A Fresh Look at the New Testament Part Three
🏛️ From Movement to Empire
How the Church drifted from the heart of Jesus’ teachings
When Jesus walked around Galilee, he wasn’t founding a religion.
He didn’t build temples.
He didn’t write theology books.
He didn’t tell people to start a global institution.
He gathered a few fishermen, tax collectors, women, outsiders, and told them to live with radical love, forgive like crazy, and become the change.
But fast-forward a few centuries... and it’s a very different picture.
Robes. Thrones. Inquisitions. Politics. Gold ceilings.
The message of Jesus, somewhere along the way, became The Church.
So, what happened?
🏃♂️ It Started as a Movement
The earliest followers of Jesus weren’t called “Christians.”
They were called The Way, because they followed a way of life, not a belief system.

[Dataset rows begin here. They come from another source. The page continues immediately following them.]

// The one reader of the record (record.hpp; docs/record-format.md): strict
// (json_read.hpp), every failure an InputError naming the member. The model
// part is read by record_model.cpp.
#include <fmt/format.h>

#include <cmath>
#include <cstdint>
#include <limits>

#include "ridgecal/atomic_file.hpp"
#include "ridgecal/errors.hpp"
#include "ridgecal/json_read.hpp"
#include "ridgecal/record.hpp"
#include "ridgecal/record_model.hpp"

namespace ridgecal {

using nlohmann::json;

namespace {

using Reader = detail::JsonReader;

Metrics read_metrics(const Reader& r, const json& obj, const std::string& where) {
  Metrics m;
  m.n = r.count(obj, "n", where);
  m.predictors = r.small(obj, "predictors", where, 0, 64);
  m.centered = r.boolean(obj, "centered", where);
  m.rmse = r.number(obj, "rmse", where);
  m.max_abs_error = r.number(obj, "max_abs_error", where);
  m.bias = r.number(obj, "bias", where);
  m.r2 = r.number(obj, "r2", where);
  m.adj_r2 = r.number(obj, "adj_r2", where);
  m.residual_sd = r.number(obj, "residual_sd", where);
  return m;
}

// A member of the extended layout's rows: an integer or null (absent in the
// polynomial layout); `fallback` when it is not an integer.
int integer_or(const json& obj, const char* key, int fallback) {
  const auto it = obj.find(key);
  return it != obj.end() && it->is_number_integer() ? it->get<int>() : fallback;
}

// The aux value of a setpoint or point: a number, or NaN (null or absent).
double aux_value(const json& obj) {
  const auto it = obj.find("aux");
  return it != obj.end() && it->is_number() ? it->get<double>()
                                            : std::numeric_limits<double>::quiet_NaN();
}

GridCell read_cell(const Reader& r, const json& c, const std::string& where) {
  GridCell g;
  g.degree = r.small(c, "degree", where, 0, 64);
  g.lambda = r.number(c, "lambda", where);
  g.cv_rmse = r.number(c, "cv_rmse", where);
  g.cv_se = r.number(c, "cv_se", where);
  g.train_rmse = r.number(c, "train_rmse", where);
  g.aux_degree = integer_or(c, "aux_degree", -1);
  g.terms = integer_or(c, "terms", 0);
  return g;
}

bool same_cell(const GridCell& a, const GridCell& b) {
  return a.degree == b.degree && a.lambda == b.lambda && a.aux_degree == b.aux_degree &&
         a.terms == b.terms;
}

SelectionInfo read_selection(const Reader& r, const json& sel) {
  SelectionInfo s;
  s.mode = r.enum_value(sel, "mode", "selection", selection_mode_from_string);
  s.rule = r.enum_value(sel, "rule", "selection", selection_rule_from_string);
  s.scheme = r.enum_value(sel, "fold_scheme", "selection", fold_scheme_from_string);
  s.n_folds = r.small(sel, "folds", "selection", 0);
  for (const json& d : r.array(sel, "degrees", "selection"))
    s.degrees.push_back(r.small_value(d, "selection.degrees", 0, 64));
  for (const json& l : r.array(sel, "lambdas", "selection"))
    s.lambdas.push_back(r.number_value(l, "selection.lambdas"));
  for (const json& c : r.array(sel, "grid", "selection"))
    s.grid.push_back(read_cell(r, c, "selection.grid[]"));
  // `chosen` is a copy of a grid cell (null: none); the last cell equal to it.
  const auto ch = sel.find("chosen");
  if (ch != sel.end() && !ch->is_null()) {
    const GridCell chosen = read_cell(r, *ch, "selection.chosen");
    for (std::size_t i = 0; i < s.grid.size(); ++i)
      if (same_cell(s.grid[i], chosen)) s.chosen = static_cast<int>(i);
  }
  for (const json& n : r.array(sel, "notes", "selection"))
    if (n.is_string()) s.notes.push_back(n.get<std::string>());
  for (const char* key : {"aux_degrees", "powers"}) {
    const auto it = sel.find(key);
    if (it == sel.end() || !it->is_array()) continue;
    for (const json& v : *it)
      if (v.is_number_integer())
        (std::string(key) == "powers" ? s.powers : s.aux_degrees).push_back(v.get<int>());
  }
  return s;
}

// The optional assessment members, read strictly: present means written by
// the fitter in its layout; anything else is an InputError naming the member.
void read_assessment_members(const json& j, CalibrationRecord& rec, const std::string& file) {
  if (j.contains("tolerance")) rec.tolerance = tolerance_from_json(j["tolerance"], file);
  if (j.contains("decision")) rec.decision = decision_from_json(j["decision"], file);
  if (j.contains("uncertainty")) rec.uncertainty = uncertainty_from_json(j["uncertainty"], file);
  if (j.contains("warnings")) rec.warnings = warnings_from_json(j["warnings"], file);
  if (j.contains("lack_of_fit")) rec.lack_of_fit = lack_of_fit_from_json(j["lack_of_fit"], file);
}

}  // namespace

CalibrationRecord record_from_json(const json& j, const std::string& file) {
  const Reader r{file};
  if (!j.is_object()) r.fail("(top level)", "is not a JSON object");
  if (r.text(j, "format", "record") != kRecordFormat)
    r.fail("format", fmt::format("is not '{}'", kRecordFormat));
  if (r.integer(j, "format_version", "record") != kRecordFormatVersion)
    r.fail("format_version", fmt::format("is not {} (this ridgecal reads version {})",
                                         kRecordFormatVersion, kRecordFormatVersion));
  CalibrationRecord rec;
  rec.tool_version = r.text(j, "tool_version", "record");
  rec.created_utc = r.text_or(j, "created_utc", "");
  rec.cautions.clear();
  for (const json& c : r.array(j, "cautions", "record"))
    if (c.is_string()) rec.cautions.push_back(c.get<std::string>());
  const json& s = r.member(j, "sensor", "record");
  rec.sensor = {r.text(s, "name", "sensor"), r.text(s, "reading_unit", "sensor"),
                r.text(s, "reference_unit", "sensor")};
  const json& in = r.member(j, "input", "record");
  rec.input.file = r.text(in, "file", "input");
  rec.input.sha256 = r.text(in, "sha256", "input");
  rec.input.rows = r.count(in, "rows", "input");
  const json& cols = r.member(in, "columns", "input");
  rec.input.columns.reading_column = r.text(cols, "reading", "input.columns");
  rec.input.columns.reference_column = r.text(cols, "reference", "input.columns");
  rec.input.columns.setpoint_column = r.text_or(cols, "setpoint", "");
  rec.input.columns.role_column = r.text_or(cols, "role", "");
  rec.input.columns.direction_column = r.text_or(cols, "direction", "");
  const std::string delim = r.text_or(cols, "delimiter", ",");
  rec.input.columns.delimiter = delim.size() == 1 ? delim[0] : ',';
  if (const auto dc = cols.find("decimal_comma"); dc != cols.end()) {
    if (!dc->is_boolean()) r.fail("input.columns.decimal_comma", "is not true or false");
    rec.input.columns.decimal_comma = dc->get<bool>();
  }

  model_from_json(j, rec, file);
  Calibration& cal = rec.calibration;
  cal.selection = read_selection(r, r.member(j, "selection", "record"));

  const json& sp = r.member(j, "split", "record");
  {
    const json& seed = r.member(sp, "seed", "split");
    if (!seed.is_number_integer() || (!seed.is_number_unsigned() && seed.get<long long>() < 0))
      r.fail("split.seed", "is not an integer >= 0");
    cal.split_options.seed = seed.get<std::uint64_t>();
  }
  cal.split_options.test_fraction = r.finite(sp, "test_fraction", "split");
  cal.split_options.folds = r.small(sp, "folds_requested", "split", 0);
  cal.user_named_test = r.boolean(sp, "test_named_by_user", "split");
  for (const json& g : r.array(sp, "setpoints", "split")) {
    SetpointResult s2;
    s2.id = r.text(g, "id", "split.setpoints[]");
    s2.mean_reading = r.finite(g, "reading", "split.setpoints[]");
    s2.mean_reference = r.finite(g, "reference", "split.setpoints[]");
    s2.count = r.count(g, "count", "split.setpoints[]");
    s2.role = r.enum_value(g, "role", "split.setpoints[]", set_role_from_string);
    s2.fold = r.small(g, "fold", "split.setpoints[]");
    s2.mean_aux = aux_value(g);
    cal.setpoints.push_back(s2);
  }
  const json& met = r.member(j, "metrics", "record");
  cal.training = read_metrics(r, r.member(met, "training", "metrics"), "metrics.training");
  cal.validation = read_metrics(r, r.member(met, "validation", "metrics"), "metrics.validation");
  cal.test = read_metrics(r, r.member(met, "test", "metrics"), "metrics.test");
  for (const json& p : r.array(j, "points", "record")) {
    PointResult pr;
    pr.line = r.count(p, "line", "points[]");
    pr.setpoint = r.text(p, "setpoint", "points[]");
    pr.reading = r.finite(p, "reading", "points[]");
    pr.reference = r.finite(p, "reference", "points[]");
    pr.predicted = r.number(p, "predicted", "points[]");
    pr.error = r.number(p, "error", "points[]");
    pr.role = r.enum_value(p, "role", "points[]", set_role_from_string);
    pr.fold = r.small(p, "fold", "points[]");
    pr.cv_predicted = r.number(p, "cv_predicted", "points[]");
    pr.aux = aux_value(p);
    cal.points.push_back(pr);
  }
  read_assessment_members(j, rec, file);
  return rec;
}

json parse_record_json(const std::string& text, const std::string& file) {
  // Nesting depth, counted outside strings, before the parser builds anything.
  int depth = 0;
  bool in_string = false, escaped = false;
  std::size_t line = 1;
  for (const char c : text) {
    if (c == '\n') ++line;
    if (in_string) {
      if (escaped)
        escaped = false;
      else if (c == '\\')
        escaped = true;
      else if (c == '"')
        in_string = false;
    } else if (c == '"') {
      in_string = true;
    } else if (c == '[' || c == '{') {
      if (++depth > kMaxRecordDepth)
        throw InputError(file, line,
                         fmt::format("the JSON nests deeper than {} levels", kMaxRecordDepth),
                         "is it a record written by 'ridgecal fit'?");
    } else if (c == ']' || c == '}') {
      --depth;
    }
  }
  try {
    return json::parse(text);
  } catch (const json::parse_error& e) {
    // e.byte is 1-based offset of the failure; turn it into a line number.
    std::size_t at = 1;
    for (std::size_t i = 0; i + 1 < e.byte && i < text.size(); ++i)
      if (text[i] == '\n') ++at;
    throw InputError(file, at, "the file is not valid JSON",
                     "is it a record written by 'ridgecal fit'?");
  } catch (const json::exception& e) {
    // e.g. out_of_range 406: a number literal beyond the range of a double.
    throw InputError(file, 0, std::string("the file is not a usable JSON document: ") + e.what(),
                     "is it a record written by 'ridgecal fit'?");
  }
}

json read_record_json(const std::string& path) {
  return parse_record_json(
      read_file_bytes_limited(path, kMaxRecordBytes, "a record is never this large"), path);
}

}  // namespace ridgecal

They met in homes, shared meals, helped the poor, and expected Jesus to return any day now.
There were no popes, no cathedrals, no mega-churches. Just communities of love trying to live like Jesus taught.

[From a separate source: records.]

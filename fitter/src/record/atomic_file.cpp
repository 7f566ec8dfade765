#include "ridgecal/atomic_file.hpp"

#include <fcntl.h>
#include <fmt/format.h>
#include <sys/stat.h>
#include <unistd.h>

#include <cassert>
#include <cerrno>
#include <cstdint>
#include <cstdlib>
#include <cstring>
#include <filesystem>
#include <fstream>
#include <sstream>
#include <vector>

#include "ridgecal/errors.hpp"

namespace ridgecal {

namespace {

// The process umask, read without changing it (umask(2) can only be read by
// setting it, which races with other threads creating files). Linux reports
// it in /proc/self/status since 4.7; 022 (common practice) otherwise.
mode_t process_umask() {
  std::ifstream in("/proc/self/status");
  for (std::string line; std::getline(in, line);)
    if (line.rfind("Umask:", 0) == 0)
      return static_cast<mode_t>(std::strtoul(line.c_str() + 6, nullptr, 8));
  return 022;
}

bool write_all(int fd, std::string_view content) {
  const char* p = content.data();
  std::size_t left = content.size();
  while (left > 0) {
    const ssize_t n = ::write(fd, p, left);
    if (n < 0) {
      if (errno == EINTR) continue;
      return false;
    }
    p += n;
    left -= static_cast<std::size_t>(n);
  }
  return true;
}

[[noreturn]] void fail(const std::string& path, const std::string& what, int err) {
  throw InputError(path, 0, what + ": " + std::strerror(err),
                   "check that the output directory exists and is writable, the free disk space "
                   "and the permissions");
}

// One output being written: where it ends up and how.
struct Staged {
  std::string target;  // the file renamed over (a link's target), or the device written to
  std::string temp;    // temporary file beside it; empty for a direct write
  const OutputFile* output = nullptr;
};

// The device, FIFO, terminal or /dev, /proc name an output must be written to
// in place, never renamed over.
bool write_in_place(const std::string& path, const struct stat* st) {
  if (path.rfind("/dev/", 0) == 0 || path.rfind("/proc/", 0) == 0) return true;
  return st != nullptr && !S_ISREG(st->st_mode);
}

// The file descriptor an output name refers to when it names one of this
// process's own open files (/dev/stdout, /dev/fd/3, ...), else -1. Such an
// output is written through that descriptor, at its offset, so it interleaves
// correctly with the process's other writes to it.
int own_descriptor(const std::string& path) {
  if (path == "/dev/stdout") return 1;
  if (path == "/dev/stderr") return 2;
  for (const char* prefix : {"/dev/fd/", "/proc/self/fd/"}) {
    const std::string p(prefix);
    if (path.size() > p.size() && path.compare(0, p.size(), p) == 0 &&
        path.find_first_not_of("0123456789", p.size()) == std::string::npos &&
        path.size() < p.size() + 6)
      return std::stoi(path.substr(p.size()));
  }
  return -1;
}

void remove_temps(const std::vector<Staged>& staged) {
  for (const Staged& s : staged)
    if (!s.temp.empty()) ::unlink(s.temp.c_str());
}

void fsync_directory(const std::string& file) {
  const std::filesystem::path dir = std::filesystem::path(file).parent_path();
  const int fd = ::open(dir.empty() ? "." : dir.c_str(), O_RDONLY | O_DIRECTORY);
  if (fd < 0) return;  // durability is best effort once the rename is done
  ::fsync(fd);
  ::close(fd);
}

// Creates, fills and flushes the temporary file of one regular output.
// Throws after removing it on any failure.
std::string stage(const std::string& target, const std::string& shown, std::string_view content,
                  mode_t umask_bits) {
  struct stat old {};
  const bool exists = ::stat(target.c_str(), &old) == 0;
  std::string tmpl = target + ".tmp-XXXXXX";
  const int fd = ::mkstemp(tmpl.data());
  if (fd < 0) fail(shown, "cannot create a temporary file beside it", errno);
  const mode_t mode = exists ? (old.st_mode & 07777) : (0666 & ~umask_bits);
  bool ok = write_all(fd, content);
  int err = errno;
  if (ok && ::fchmod(fd, mode) != 0) ok = false, err = errno;
  if (ok && exists && (old.st_uid != ::geteuid() || old.st_gid != ::getegid()))
    (void)!::fchown(fd, old.st_uid, old.st_gid);  // keep the owner where permitted
  if (ok && ::fsync(fd) != 0) ok = false, err = errno;
  if (::close(fd) != 0 && ok) ok = false, err = errno;
  if (!ok) {
    ::unlink(tmpl.c_str());
    fail(shown, "cannot write the output file", err);
  }
  return tmpl;
}

}  // namespace

void write_outputs_atomic(const std::vector<OutputFile>& outputs) {
  const mode_t umask_bits = process_umask();
  std::vector<Staged> staged;
  try {
    for (const OutputFile& o : outputs) {
      assert(!o.path.empty());
      struct stat st {};
      const bool exists = ::stat(o.path.c_str(), &st) == 0;
      if (exists && S_ISDIR(st.st_mode))
        throw InputError(o.path, 0, "the output is a directory",
                         "give a file name for this output");
      if (write_in_place(o.path, exists ? &st : nullptr)) {
        staged.push_back({o.path, "", &o});
        continue;
      }
      // Keep a symbolic link: replace the file it points to.
      std::error_code ec;
      const std::filesystem::path resolved = std::filesystem::weakly_canonical(o.path, ec);
      const std::string target = ec ? o.path : resolved.string();
      staged.push_back({target, stage(target, o.path, o.content, umask_bits), &o});
    }
  } catch (...) {
    remove_temps(staged);
    throw;
  }
  for (std::size_t i = 0; i < staged.size(); ++i) {
    const Staged& s = staged[i];
    if (s.temp.empty()) continue;
    if (::rename(s.temp.c_str(), s.target.c_str()) != 0) {
      const int err = errno;
      std::vector<Staged> rest(staged.begin() + static_cast<std::ptrdiff_t>(i), staged.end());
      remove_temps(rest);
      fail(s.output->path, "cannot rename the finished output into place", err);
    }
    fsync_directory(s.target);
  }
  for (const Staged& s : staged) {
    if (!s.temp.empty()) continue;
    if (const int own = own_descriptor(s.target); own >= 0) {
      if (!write_all(own, s.output->content))
        fail(s.output->path, "cannot write the output", errno);
      continue;
    }
    const int fd = ::open(s.target.c_str(), O_WRONLY | O_CLOEXEC);
    if (fd < 0) fail(s.output->path, "cannot open the output for writing", errno);
    const bool ok = write_all(fd, s.output->content);
    const int err = errno;
    if (::close(fd) != 0 || !ok) fail(s.output->path, "cannot write the output", ok ? errno : err);
  }
}

void write_file_atomic(const std::string& path, std::string_view content) {
  write_outputs_atomic({OutputFile{path, std::string(content)}});
}

void refuse_output_clashes(const std::vector<std::string>& inputs,
                           const std::vector<std::string>& outputs,
                           const std::vector<std::string>& what) {
  assert(what.size() == outputs.size());
  const auto skip = [](const std::string& p) { return p.empty() || p == "-"; };
  for (std::size_t i = 0; i < outputs.size(); ++i) {
    if (skip(outputs[i])) continue;
    for (const std::string& in : inputs)
      if (!skip(in) && same_file(outputs[i], in))
        throw InputError(outputs[i], 0,
                         fmt::format("the {} output is the same file as the input '{}'; writing "
                                     "it would destroy that input",
                                     what[i], in),
                         "write the output to another file");
    for (std::size_t k = 0; k < i; ++k)
      if (!skip(outputs[k]) && same_file(outputs[i], outputs[k]))
        throw InputError(
            outputs[i], 0,
            fmt::format("the {} output is the same file as the {} output", what[i], what[k]),
            "give each output its own file");
  }
}

bool same_file(const std::string& a, const std::string& b) {
  struct stat sa {
  }, sb{};
  const bool ea = ::stat(a.c_str(), &sa) == 0;
  const bool eb = ::stat(b.c_str(), &sb) == 0;
  if (ea && eb) return sa.st_dev == sb.st_dev && sa.st_ino == sb.st_ino;
  if (ea != eb) return false;  // one exists, the other does not: different files
  std::error_code ec1, ec2;
  const auto pa = std::filesystem::weakly_canonical(std::filesystem::absolute(a), ec1);
  const auto pb = std::filesystem::weakly_canonical(std::filesystem::absolute(b), ec2);
  if (ec1 || ec2) return std::filesystem::absolute(a) == std::filesystem::absolute(b);
  return pa == pb;
}

std::string read_file_bytes(const std::string& path) {
  std::ifstream in(path, std::ios::binary);
  if (!in) throw InputError(path, 0, "cannot open the file", "check the path and the permissions");
  std::ostringstream ss;
  ss << in.rdbuf();
  return ss.str();
}

std::string read_file_bytes_limited(const std::string& path, std::size_t max_bytes,
                                    const std::string& hint) {
  std::ifstream in(path, std::ios::binary);
  if (!in) throw InputError(path, 0, "cannot open the file", "check the path and the permissions");
  struct stat st {};
  if (::stat(path.c_str(), &st) == 0 && S_ISREG(st.st_mode) &&
      static_cast<std::uintmax_t>(st.st_size) > max_bytes)
    throw InputError(
        path, 0, fmt::format("the file is {} bytes; the limit is {} bytes", st.st_size, max_bytes),
        hint);
  std::string out;
  char buf[1 << 16];
  while (in) {
    in.read(buf, sizeof buf);
    const std::size_t got = static_cast<std::size_t>(in.gcount());
    if (got > max_bytes - out.size())
      throw InputError(
          path, 0, fmt::format("the input is longer than the limit of {} bytes", max_bytes), hint);
    out.append(buf, got);
  }
  if (in.bad())
    throw InputError(path, 0, "cannot read the file", "check the path and the permissions");
  return out;
}

}  // namespace ridgecal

They didn’t care who you were, Jew, Greek, man, woman, slave, free, all were welcome.
“There is neither Jew nor Greek, slave nor free, male nor female, for you are all one…” Galatians 3:28.
🏰 Then Came Rome
In 313 CE, something massive happened:
Emperor Constantine legalized Christianity.
Good news, right? No more persecution!
But there was a trade-off.
Christianity went from being a movement of misfits to an imperial religion.
It became respectable. Powerful. Institutional.
By the late 300s, it was the official religion of the Roman Empire.
Jesus had said, “My kingdom is not of this world.”
But suddenly, his followers were literally ruling the world.
⛪ The Rise of the Church
To keep things orderly, Church leaders started drawing lines:
This book is “in”, that one is “out.”
This teaching is “orthodox”, that one is “heresy.”
These people are “saved”, those ones are not.
Power structures formed:
Bishops
Councils
Doctrinal creeds
Eventually, the Pope
And with that came wealth. Land. Political power.
The teachings of Jesus?
Sidelined in favor of theological correctness and keeping the system running.
🪙 From Blessing the Poor... to Taxing Them
Jesus said:
“Blessed are the poor…
Sell what you have and give to the poor…
You cannot serve both God and money.”
But by the Middle Ages, the Church had:
Gold-encrusted cathedrals
Paid indulgences (buy your way out of sin)
Tithes and taxes on peasants
Bishops living like kings
⚖️ From Grassroots to Gatekeepers
Instead of asking, “Are you following Jesus’ way?”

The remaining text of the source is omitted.